Problem Solving

A small company employs 3 men and 5 women. If a team of 4 employees is to be randomly selected to organize the company retreat, what is the probability that the team will have exactly 2 women?

OA : 1/7

Can you please explain what am I doing wrong here?

probability = 5/8 x 4/7 x 3/6 x 2/5 = 1/14

= probability to select first woman x P of second woman X first man X second man

Thanks.

I dont think this is the way to solve it. You have assumed that they are selected in a certain order.
What about the other cases where there are other orders such as MWWM MWMW etc.

Infact there are six such orders.

So multiplying by 6 gives you 3/7 and that is the answer.

The link below should give you an answer to your specific question.
https://www.beatthegmat.com/a-small-comp ... 14052.html

sarahw_gmat wrote:A small company employs 3 men and 5 women.
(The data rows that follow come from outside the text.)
def _named(work: Work, reader: _Reader, constant: Constant, others: Mapping[int, Constant]) -> Constant:
    """A subscript's value with the name that the state's type or the table's own cells give it."""
    if constant.name is not None:
        return constant
    scan = next(scan for scan in work.scans if scan.function is reader.function)
    type_ = scan.keys[reader.key].type
    enumeration = work.unit.types.enums.get(type_.enum or "") if isinstance(type_, IntType) else None
    for item in enumeration.enumerators if enumeration is not None else ():
        if item.value == constant.value:
            return Constant(constant.value, item.name, constant.where)
    known = others.get(constant.value)
    return Constant(constant.value, known.name if known is not None else None, constant.where)


def _members(way: Way) -> tuple[str, ...]:
    return tuple(step for step in way.steps if isinstance(step, str))


def _rows(way: Way) -> dict[tuple[int, ...], dict[tuple[str, ...], InitialValue]]:
    """The table's listed cells: by the subscripts, then by the members inside."""
    count = sum(not isinstance(step, str) for step in way.steps)
    found: dict[tuple[int, ...], dict[tuple[str, ...], InitialValue]] = {}
    for initial in way.table.initial:
        prefix = tuple(step for step in initial.path if isinstance(step, int))
        if len(prefix) == count:
            names = tuple(step for step in initial.path if isinstance(step, str))
            found.setdefault(prefix, {})[names] = initial
    return found


def _tests(reader: _Reader, way: Way, known: Mapping[str, Object], depth: int) -> Iterator[_Test]:
    """The comparisons of members of the table's rows, in the function and in those that it asks for a row."""
    for block in reader.function.blocks:
        end = block.terminator
        if isinstance(end, Branch):
            condition = uncast(end.condition)
            if isinstance(condition, Binary) and condition.op in ("==", "!="):
                for side, other in ((condition.left, condition.right), (condition.right, condition.left)):
                    inner = uncast(side)
                    for found in _values(reader, inner, known, 1) if isinstance(inner, Load) else ():
                        if found.table is way.table:
                            where = reader.work.names.origin(end.position)
                            text = condition_at(reader.work.read.source(where.file), where, lambda _: False)
                            loop = text is not None and text.statement in ("while", "for")
                            yield _Test(_members(found), other, reader, loop)
        for statement in block.statements:
            if isinstance(statement, Call) and depth < MOST_DEPTH and statement.result is not None:
                for other_reader, _ in list(_returned(reader, statement))[:1]:
                    yield from _tests(other_reader, way, known, depth + 1)


def _source(
    reader: _Reader,
    by_state: _Test | None,
    state_at: Sequence[int],
    prefix: tuple[int, ...],
    cells: Mapping[tuple[str, ...], InitialValue],
    tests: Sequence[_Test],
    where: object,
) -> tuple[int | None, str | None] | None:
    """The state that a cell belongs to with its name; (None, None) for any state; None for a row that ends a list."""
    if state_at:
        return prefix[state_at[0]], None
    assert by_state is not None
    cell = cells.get(by_state.member)
    number = uncast(cell.value) if cell is not None else None
    if cell is not None and not isinstance(number, Const):
        return None
    value = number.value if isinstance(number, Const) else 0
    for test in tests:
        other = uncast(test.other)
        if test.member == by_state.member and isinstance(other, Const) and other.value == value:
            return None if test.ends_loop else (None, None)
    if cell is None or not isinstance(number, Const):
        return value, None
    here = reader.work.names.origin(cell.position)
    return value, constant_of(reader.work.names, number, here).name


def _events(
    reader: _Reader,
    way: Way,
    state_at: Sequence[int],
    tests: Sequence[_Test],
    prefix: tuple[int, ...],
    cells: Mapping[tuple[str, ...], InitialValue],
) -> Iterator[str]:
    """What else picks a cell: other subscripts, other members that are compared."""
    work = reader.work
    subscripts = [step for step in way.steps if not isinstance(step, str)]
    for number, (step, value) in enumerate(zip(subscripts, prefix, strict=True)):
        if step is None or number in state_at or isinstance(step, Const):
            continue
        if not state_at:
            continue  # a row's number says nothing
        inner = uncast(step)
        enum = inner.type.enum if isinstance(inner.type, IntType) else None
        enumeration = work.unit.types.enums.get(enum or "")
        name = (
            next((item.name for item in enumeration.enumerators if item.value == value), None) if enumeration else None
        )
        yield f"{spelled(_root(reader).function, expr_text(inner))} == {name or value}"
    if state_at:
        return
    seen: set[tuple[str, ...]] = set()
    for test in tests:
        other = uncast(test.other)
        if _is_state(test.reader, test.other) or isinstance(other, Const) or test.member in seen:
            continue
        seen.add(test.member)
        cell = cells.get(test.member)
        number_ = uncast(cell.value) if cell is not None else Const(0, other.type)
        if isinstance(number_, Const):
            here = work.names.origin(cell.position if cell is not None else next(iter(cells.values())).position)
            constant = constant_of(work.names, number_, here)
            text = spelled(_root(reader).function, expr_text(uncast(_handed(test.reader, test.other))))
            yield f"{text} == {constant.name or constant.value}"


def _called(reader: _Reader, way: Way, known: Mapping[str, Object], depth: int) -> dict[tuple[str, ...], bool]:
    """The members of the table's rows that are called, and whether their result is looked at."""
    found: dict[tuple[str, ...], bool] = {}
    tested = {
        place.variable.identity
        for block in reader.function.blocks
        if isinstance(block.terminator, Branch)
        for place in _loads(block.terminator.condition)
    }
    for block in reader.function.blocks:
        for statement in block.statements:
            if not isinstance(statement, Call):
                continue
            place = called_place(statement)
            if place is not None:
                for one in _values(reader, Load(place, place.type), known, 1):
                    if one.table is way.table:
                        result = statement.result
                        asked = isinstance(result, VariablePlace) and result.variable.identity in tested
                        found[_members(one)] = found.get(_members(one), False) or asked
            elif depth < MOST_DEPTH and statement.result is not None:
                for other, _ in list(_returned(reader, statement))[:1]:
                    found.update(_called(other, way, known, depth + 1))
    return found


def _loads(expr: Expr) -> Iterator[VariablePlace]:
    inner = uncast(expr)
    if isinstance(inner, Load) and isinstance(inner.place, VariablePlace):
        yield inner.place
    elif isinstance(inner, Binary):
        yield from _loads(inner.left)
        yield from _loads(inner.right)


def _row_calls(
    called: Mapping[tuple[str, ...], bool], cells: Mapping[tuple[str, ...], InitialValue]
) -> tuple[list[str], tuple[str, ...]]:
    """A row's guard, as a call, and its actions."""
    guards: list[str] = []
    actions: list[str] = []
    for member, asked in called.items():
        cell = cells.get(member)
        value = uncast(cell.value) if cell is not None else None
        if isinstance(value, AddressOf) or not isinstance(value, FunctionName):
            continue
        if asked:
            guards.append(f"{value.name}()")
        else:
            actions.append(value.name)
    return guards, tuple(dict.fromkeys(actions))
If a team of 4 employees is to be randomly selected to organize the company retreat, what is the probability that the team will have exactly 2 women?

OA : 1/7

Can you please explain what am I doing wrong here?
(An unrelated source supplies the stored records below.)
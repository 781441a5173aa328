/* Stand-in for <sys/ioctl.h>. */
#ifndef STEPRING_SYS_IOCTL_H
#define STEPRING_SYS_IOCTL_H
int ioctl (int descriptor, unsigned long request, ...);
#endif
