/** A thumbnail never has more rows than this; neighbours in tree order are averaged beyond it. */
export const TINY_ROWS = 26;

/** Overlaps of a thumbnail: strict lower triangle, row by row, null where every pair of the block is missing. */
export type TinyWing = { readonly rows: number; readonly lower: readonly (number | null)[] };

type Matrix = { readonly species: readonly string[]; readonly lower: Float64Array };

/**
 * A small wing of a matrix in tree order. Species that the tree does not have follow at the end, in the order of the file.
 *
 * @param matrix - `lower` of shape (n(n−1)/2,): strict lower triangle, row by row; NaN where missing
 * @param order - names in tree order
 */
export function tinyWing({ species, lower }: Matrix, order: readonly string[]): TinyWing {
	const place = new Map(order.map((name, index) => [name, index]));
	const rank = (index: number) => place.get(species[index] ?? '') ?? order.length + index;
	const sorted = species.map((_, index) => index).sort((a, b) => rank(a) - rank(b));
	const rows = Math.min(TINY_ROWS, sorted.length);
	const blockOf = (position: number) => Math.floor((position * rows) / sorted.length);
	const sums = new Float64Array((rows * (rows - 1)) / 2);
	const counts = new Uint32Array(sums.length);
	for (const [high, i] of sorted.entries()) {
		for (const [low, j] of sorted.slice(0, high).entries()) {
			const [a, b] = [blockOf(high), blockOf(low)];
			const value = lower[triangle(Math.max(i, j), Math.min(i, j))] ?? Number.NaN;
			if (a === b || Number.isNaN(value)) continue;
			const at = triangle(a, b);
			sums[at] = (sums[at] ?? 0) + value;
			counts[at] = (counts[at] ?? 0) + 1;
		}
	}
	return {
		rows,
		lower: Array.from(sums, (sum, at) => (counts[at] === 0 ? null : Math.round((100 * sum) / (counts[at] ?? 1)) / 100))
	};
}

function triangle(high: number, low: number): number {
	return (high * (high - 1)) / 2 + low;
}

/** Cells of one colour together: a path for each of the six steps of the ramp, and one for what is missing. */
export function tinyWingPaths({ rows, lower }: TinyWing, pitch: number): { ramp: string[]; missing: string } {
	const ramp = Array.from({ length: 6 }, () => '');
	let missing = '';
	for (let high = 1; high < rows; high++) {
		for (let low = 0; low < high; low++) {
			const value = lower[triangle(high, low)] ?? null;
			const path = diamond({ x: (rows - (high - low)) / 2, y: (high + low + 1) / 2 }, pitch);
			if (value === null) missing += path;
			else {
				const step = Math.min(5, Math.max(0, Math.floor(value * 6)));
				ramp[step] = (ramp[step] ?? '') + path;
			}
		}
	}
	return { ramp, missing };
}

function diamond({ x, y }: { x: number; y: number }, pitch: number): string {
	const half = pitch / 2;
	const round = (value: number) => Math.round(value * 100) / 100;
	return `M${round(x * pitch)} ${round(y * pitch - half)}l${half} ${half}l${-half} ${half}l${-half} ${-half}z`;
}
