import { describe, expect, it } from 'vitest';
import type { Station, StationState } from '#lib/contracts/station.ts';
import { nextAction } from './nextAction.ts';

const KEYS = ['materials', 'names', 'overlaps', 'analyses', 'reports'] as const;

function standing(states: Partial<Record<Station['key'], StationState>>) {
	return KEYS.map((key) => ({ key, state: states[key] ?? ('ready' as const), href: `/studies/s/${key}` }));
}

// The expected words and addresses are written by hand from the rule: one action, on the first step that needs someone.
describe('nextAction', () => {
	it('asks for a tree in an empty study', () => {
		const all = Object.fromEntries(KEYS.map((key) => [key, 'not-started' as const]));
		expect(nextAction(standing(all), null)).toEqual({ text: 'Paste a tree', href: '/studies/s/materials' });
	});

	it('takes the first step that needs somebody', () => {
		expect(nextAction(standing({ names: 'needs-you', analyses: 'out-of-date' }), null)).toEqual({
			text: 'Settle the names',
			href: '/studies/s/names'
		});
	});

	it('leads a missing matrix to the materials', () => {
		expect(nextAction(standing({ overlaps: 'not-started' }), null)?.href).toBe('/studies/s/materials');
	});

	it('saves a report from the newest finished analysis', () => {
		expect(nextAction(standing({ reports: 'not-started' }), 'a1')).toEqual({
			text: 'Save a report',
			href: '/studies/s/analyses/a1'
		});
	});

	it('plans a test where a plan is written', () => {
		const next = nextAction(standing({ analyses: 'not-started', reports: 'not-started' }), null);
		expect(next).toEqual({ text: 'Plan the test', href: '/studies/s/analyses/new' });
	});

	it('asks for nothing when all is ready', () => {
		expect(nextAction(standing({}), 'a1')).toBeNull();
	});
});
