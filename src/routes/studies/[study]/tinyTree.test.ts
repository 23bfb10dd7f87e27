import { describe, expect, it } from 'vitest';
import { tinyTree } from './tinyTree.ts';

describe('tinyTree', () => {
	// By hand: ((a,b),c) with ages 2 (root), 1, 0, 0, 0. Rows of 56 / 3 units; the inner node lies half-way to the root,
	// at 120 of 240, between rows 9.3 and 28; the root at 240 between 18.7 and 46.7.
	it('puts nodes at their age and tips on even rows', () => {
		const path = tinyTree({ parent: [-1, 0, 1, 1, 0], age: [2, 1, 0, 0, 0] });
		expect(path).toContain('M120 9.3V28');
		expect(path).toContain('M240 18.7V46.7');
		expect(path).toContain('M120 18.7H240');
		expect(path).toContain('M0 46.7H240');
	});

	// By property: every node but the root has one branch, every inner node one bar.
	it('draws one branch for each node and one bar for each split', () => {
		const path = tinyTree({ parent: [-1, 0, 1, 1, 0, 4, 4], age: [5, 3, 0, 0, 2, 0, 0] });
		expect(path.match(/H/g)).toHaveLength(6);
		expect(path.match(/V/g)).toHaveLength(3);
	});

	it('draws a tree as deep as it has tips', () => {
		// A caterpillar of 20,000 tips: node 2k is the k-th split, node 2k + 1 its tip.
		const n = 20_000;
		const parent = Array.from({ length: 2 * n - 1 }, (_, i) => (i === 0 ? -1 : i % 2 === 1 ? i - 1 : i - 2));
		const age = parent.map((_, i) => (i % 2 === 1 || i === 2 * n - 2 ? 0 : n - i / 2));
		expect(tinyTree({ parent, age }).match(/V/g)).toHaveLength(n - 1);
	});
});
probability = 5/8 x 4/7 x 3/6 x 2/5 = 1/14

= probability to select first woman x P of second woman X first man X second man

Thanks.

This is to help you pin down a flaw in your reasoning.
In your solution, you have assumed that only the last spots shall be taken by men employees-an unwarranted assumption. 1/14 is an answer should the question be framed as: What's the probability that the first two employees in the team be women?

Draw a tree diagram to help you figure out the different possible combinations for two women and two men.
WWMM
So there are (4!)/(2!*2!) = 6 such arrangements. Therefore you've to multiply your answer by 6
The result shall be 3/7.

But the best way of doing it is maybe using the combination format:

(3C2 * 5C2)/ (8C4)..........[ Here, you can read it as 2 men from the 3 and(usually represented by '*' in mathematics) 2 women from the 5 divided the whole by 4 employees from the 8]
= 3/7.

Hope that helps.

sarahw_gmat wrote:A small company employs 3 men and 5 women. If a team of 4 employees is to be randomly selected to organize the company retreat, what is the probability that the team will have exactly 2 women?

OA : 1/7

Can you please explain what am I doing wrong here?
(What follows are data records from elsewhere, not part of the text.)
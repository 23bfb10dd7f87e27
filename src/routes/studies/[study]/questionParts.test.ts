import { describe, expect, it } from 'vitest';
import { questionParts, type QuestionFacts } from './questionParts.ts';

const empty: QuestionFacts = { study: 's1', sharedSpecies: null, measure: null, trees: null, alternative: 'less' };
const textOf = (facts: QuestionFacts) =>
	questionParts(facts)
		.map((part) => part.text)
		.join('');

// The expected sentences are written by hand.
describe('questionParts', () => {
	it('asks in general before there are materials', () => {
		expect(textOf(empty)).toBe('Does niche overlap fall with the age of the most recent common ancestor?');
	});

	it('says what is compared once it is known', () => {
		const facts = {
			...empty,
			sharedSpecies: 26,
			measure: 'schoener-d',
			trees: { label: 'Summary tree', treeCount: 1, tree: 0 }
		} as const;
		expect(textOf(facts)).toBe(
			'Across 26 shared species, does Schoener’s D fall with the age of the most recent common ancestor on the summary tree?'
		);
	});

	it('leads each choice to the page where it is made', () => {
		const facts = {
			...empty,
			sharedSpecies: 26,
			measure: 'schoener-d',
			trees: { label: 'Sample', treeCount: 200, tree: 'all' }
		} as const;
		expect(questionParts(facts).flatMap((part) => part.href ?? [])).toEqual([
			'/studies/s1/names',
			'/studies/s1/overlaps',
			'/studies/s1/materials'
		]);
	});

	it('names the tree as the plan does, by its label, and one of several by its number', () => {
		const on = (trees: QuestionFacts['trees']) => textOf({ ...empty, measure: 'schoener-d', trees });
		expect(on({ label: 'Dated tree', treeCount: 1, tree: 'all' })).toContain(' on the dated tree?');
		expect(on({ label: 'Sample', treeCount: 1200, tree: 'all' })).toContain(' on all 1,200 trees of “Sample”?');
		expect(on({ label: 'Sample', treeCount: 1200, tree: 7 })).toContain(' on tree 7 of “Sample”?');
	});

	it('keeps the direction that was asked', () => {
		expect(textOf({ ...empty, alternative: 'greater' })).toContain('niche overlap rise with');
	});
});
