import type { LayoutServerLoad } from './$types';

export const load: LayoutServerLoad = ({ locals }) => ({
	person: locals.user === null ? null : { name: locals.user.name, ownLab: locals.user.ownLab }
});
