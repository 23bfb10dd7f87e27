import { fail, redirect } from '@sveltejs/kit';
import { registerForm } from '#lib/contracts/accountForms.ts';
import { parseForm } from '#lib/server/parseForm.ts';
import { hashPassphrase, passphraseFault } from '#lib/server/passphrase.ts';
import { takeTurn } from '#lib/server/rateLimit.ts';
import * as users from '#lib/server/repositories/users.ts';
import type { Actions, PageServerLoad } from './$types';

export const load: PageServerLoad = ({ locals }) => {
	if (locals.user !== null) redirect(303, '/studies');
};

export const actions: Actions = {
	/** The answer is the same, and takes the same time, whether the address was free or not. */
	default: async ({ request, getClientAddress }) => {
		const form = await parseForm(request, registerForm);
		if (!form.ok) return fail(400, { values: form.values, faults: form.faults });
		const { name, email, passphrase } = form.value;
		const fault = passphraseFault(passphrase, [name, email]);
		const values = { name, email };
		if (fault !== null) return fail(400, { values, faults: { passphrase: fault } });
		const turn = await takeTurn({ register: getClientAddress() });
		if (!turn.ok) return fail(429, { values, faults: { form: turn.message } });
		await users.register({ name, email, passphraseHash: await hashPassphrase(passphrase) });
		redirect(303, '/sign-in?registered');
	}
};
probability = 5/8 x 4/7 x 3/6 x 2/5 = 1/14

= probability to select first woman x P of second woman X first man X second man

Thanks.

P(exactly n times) = P(one way) * total possible ways

One way to choose exactly 2 women is to select women on the first 2 picks and men on the last 2 picks:
P(WWMM) = 5/8 * 4/7 * 3/6 * 2/5 = 1/14.

But WWMM is only ONE WAY to choose 2 women. We need to account for ALL THE WAYS in which 2 women could be chosen.
Any arrangement of the letters WWMM will result in choosing 2 women and 2 men:
WMWM = choosing women on the 1st and 3rd picks
MMWW = choosing women on the last 2 picks
etc.

Thus, we multiply the result above by the number of ways to arrange the letters WWMM.
Number of ways to arrange WWMM = 4!/2!2! = 6.

Putting it all together, we get:
P(exactly 2 women) = 6 * 1/14 = 3/7.